De retour dans la forêt pluviale du Grand Ours, Lamb m’accompagne dans une randonnée à travers Kettle Pond dans le parc provincial Tweedsmuir. Nous nous arrêtons devant une impression de la taille d’un sasquatch dans la mousse veloutée sous nos pieds. “C’est un sentier de piétinement”, explique-t-elle, tracé par les ours alors qu’ils “marchent en piétinant” à travers la forêt, laissant leur odeur et leurs cheveux en se grattant le dos sur les troncs d’arbres.
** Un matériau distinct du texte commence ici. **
/// The readings table and the sample sheet.
fn generate() -> (DataFrame, DataFrame) {
    let bands = BandModel::silicon();
    // The Hall factor a lab would type for acoustic-phonon scattering, 3 pi / 8 rounded;
    // the sheet gives the reduction the same value, so its densities are the true ones.
    let hall_factor = (hall_scattering_factor(-0.5) * 100.0).round() / 100.0;
    let model = MobilityModel {
        hall_factor,
        ..MobilityModel::silicon_electrons()
    };
    let mut rng = Rng::seeded(SEED);

    let capacity = SAMPLE_COUNT * SETPOINT_COUNT * READINGS_PER_TEMPERATURE;
    let mut sample_index: Vec<u32> = Vec::with_capacity(capacity);
    let mut temperature_k: Vec<f64> = Vec::with_capacity(capacity);
    let mut field_t: Vec<f64> = Vec::with_capacity(capacity);
    let mut contacts: [Vec<i64>; 4] = std::array::from_fn(|_| Vec::with_capacity(capacity));
    let mut current_a: Vec<f64> = Vec::with_capacity(capacity);
    let mut voltage_v: Vec<f64> = Vec::with_capacity(capacity);
    let mut names: Vec<String> = Vec::with_capacity(SAMPLE_COUNT);
    let mut thicknesses_m: Vec<f64> = Vec::with_capacity(SAMPLE_COUNT);

    for index in 0..SAMPLE_COUNT {
        // Donors log-uniform over two decades, 5e14 to 5e16 cm^-3, compensated by 2 to 15 %
        // acceptors: lightly doped epitaxial and bulk silicon, frozen out at the cold end.
        let donor_density_m3 = 5e14 * PER_CM3 * 100f64.powf(rng.uniform());
        let acceptor_density_m3 = donor_density_m3 * rng.uniform_between(0.02, 0.15);
        let thickness_m = rng.uniform_between(300e-6, 650e-6);
        let resistance_ratio_b_over_a = rng.uniform_between(1.0, 1.4);
        let misalignment_fraction = rng.uniform_between(-0.04, 0.04);
        let (current_reversal, voltmeter_wiring) = WIRINGS[index % WIRINGS.len()];
        let name = format!("Si-{index:03}");
        let dopants = Dopants::new(
            donor_density_m3,
            acceptor_density_m3,
            DONOR_IONIZATION_EV,
            ACCEPTOR_IONIZATION_EV,
        );

        for step in 0..SETPOINT_COUNT {
            let setpoint_k = FIRST_SETPOINT_K + step as f64;
            // The lab records the controller's reading to 1 mK once per step.
            let temperature = ((setpoint_k + CONTROLLER_JITTER_K * rng.standard_normal()) * 1000.0).round() / 1000.0;
            let layer = n_type_transport(&dopants, &bands, thickness_m, temperature, &model)
                .unwrap_or_else(|error| fail(&format!("transport model of {name} at {temperature} K: {error}")));
            let misalignment_ohm = misalignment_fraction * layer.sheet_resistance_ohm_sq;
            let mut offsets_v = [0.0; 6];
            for offset in &mut offsets_v {
                *offset = rng.uniform_between(-THERMOELECTRIC_OFFSET_LIMIT_V, THERMOELECTRIC_OFFSET_LIMIT_V);
            }
            let sample = VanDerPauwSample {
                thermoelectric_offsets_v: offsets_v,
                hall_misalignment_ohm: [misalignment_ohm, -misalignment_ohm],
                ..VanDerPauwSample::ideal(
                    name.as_str(),
                    temperature,
                    layer.sheet_resistance_ohm_sq,
                    resistance_ratio_b_over_a,
                    layer.sheet_hall_coefficient_m2_per_c,
                )
            };
            let (resistance_a, resistance_b) = sample
                .characteristic_resistances_ohm()
                .unwrap_or_else(|error| fail(&format!("{name} at {temperature} K: {error}")));
            let hall_ohm = layer.sheet_hall_coefficient_m2_per_c.abs() * HALL_FIELD_T + misalignment_ohm.abs();
            let protocol = MeasurementProtocol {
                current_reversal,
                voltmeter_wiring,
                noise: NOISE,
                ..MeasurementProtocol::van_der_pauw(
                    choose_current_a(resistance_a.max(resistance_b).max(hall_ohm)),
                    vec![HALL_FIELD_T],
                )
            }
            .with_resistance_at_zero_and_hall_in_field();
            let readings = van_der_pauw_readings(&sample, &protocol, &mut rng)
                .unwrap_or_else(|error| fail(&format!("readings of {name} at {temperature} K: {error}")));
            if readings.len() != READINGS_PER_TEMPERATURE {
                fail(&format!(
                    "the protocol gave {} readings per temperature, {READINGS_PER_TEMPERATURE} expected",
                    readings.len()
                ));
            }
            for reading in readings {
                sample_index.push(index as u32);
                temperature_k.push(reading.temperature_k);
                field_t.push(reading.field_t);
                contacts[0].push(reading.i_in);
                contacts[1].push(reading.i_out);
                contacts[2].push(reading.v_pos);
                contacts[3].push(reading.v_neg);
                current_a.push(reading.current_a);
                voltage_v.push(reading.voltage_v);
            }
        }
        names.push(name);
        thicknesses_m.push(thickness_m);
    }

    let sample: Vec<&str> = sample_index
        .iter()
        .map(|&index| names[index as usize].as_str())
        .collect();
    let [i_in, i_out, v_pos, v_neg] = contacts;
    let height = sample.len();
    let readings = DataFrame::new(
        height,
        vec![
            Column::new("sample".into(), sample),
            Column::new("temperature_K".into(), temperature_k),
            Column::new("field_T".into(), field_t),
            Column::new("i_in".into(), i_in),
            Column::new("i_out".into(), i_out),
            Column::new("v_pos".into(), v_pos),
            Column::new("v_neg".into(), v_neg),
            Column::new("current_A".into(), current_a),
            Column::new("voltage_V".into(), voltage_v),
        ],
    )
    .unwrap_or_else(|error| fail(&format!("cannot build the readings table: {error}")));
    let sheet = DataFrame::new(
        SAMPLE_COUNT,
        vec![
            Column::new("sample".into(), names),
            Column::new("thickness_m".into(), thicknesses_m),
            Column::new("hall_factor".into(), vec![hall_factor; SAMPLE_COUNT]),
        ],
    )
    .unwrap_or_else(|error| fail(&format!("cannot build the sample sheet: {error}")));
    (readings, sheet)
}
“Cela a été laissé récemment”, dit-elle en arrachant des poils d’ours à l’un des arbres. Cette poussée d’adrénaline familière que j’ai ressentie pendant le rafting revient, mais se dissipe rapidement. Alors que nous suivons les empreintes de pattes d’ours, tout comme les peuples des Premières Nations le font depuis des siècles, leur proximité suscite un sentiment plus proche de la parenté que de la peur. Je vois leurs traces dans cette forêt ancienne comme un rappel du lien que les peuples autochtones côtiers entretiennent avec les grizzlis.

Qui de mieux placé pour diriger l’avenir de l’écotourisme des grizzlis que les personnes qui vivent aux côtés de ces animaux depuis des millénaires ? “Quand on pense à gérer les ours, c’est comme se gérer soi-même.” dit Walkus. “Nous étions si étroitement liés.”